According to Rashid Al Masroori, the CEO of PASFR, a project for the establishment of uniform food prices has already been drafted. Speaking at the Al Roya Economic Forum, held in Muscat on May 26-27, Al Masroori presented a number of plans for the development of the agriculture sector. These include the construction of further facilities for grain storage, the creation of a fund to buy grains to be supplied to limited-income households, and an initiative to fix the price of animal feed, which would help stabilise the costs of eggs, meat and other animal-derived products.
Food security has long been an important issue for the Sultanate and for the wider region. Only 2% of land in the GCC – an area that continually suffers from water scarcity – is arable, which means that countries in the region have traditionally had a difficult time producing their own food, choosing instead to rely on imports for many staple items.

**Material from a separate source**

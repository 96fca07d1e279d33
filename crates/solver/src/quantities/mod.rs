//! Numbers drawn from a solution, as values with derivatives that [`Influence`](crate::influence::Influence) turns into errors.

mod log_weight;

pub use log_weight::{free_energy_of_window, log_weight_of_bins};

Oman’s percentage of arable land is even lower than the average – 0.3%, according to 2009 statistics from the World Bank. The Sultanate imported $1.4bn worth of essential food products in 2010, Al Masroori said, adding that approximately 29% of average household expenditure went towards food that year.
This has been identified by a number of international organisations as unsustainable food policy for the region: factors such as political unrest, rising inflation or global economic turmoil could reduce or cut off imports, leaving the region without enough food to sustain its population.
The major spike in the price of food imports in 2007-08, set off by supply-demand imbalances in an increasingly volatile global economy, proved to be a great burden for local economies and the population. In Oman, the dramatic price increases, combined with higher public spending, caused inflation to double from a rate of around 6.2% in 2007 to 12.4% in 2008, according to central bank figures.
While the inflation rate fell to 3.3% by 2010, the Sultanate still exercises caution, putting into effect measures that will mitigate the negative effects of similar jumps in food prices. Given that food imports to Oman are set to grow to $4.8bn by 2020 – up 269% from $1.3bn in 2007, according to the Economist Intelligence Unit – it is key for the Sultanate and other GCC countries to ensure the prices of imports and food staples remain stable.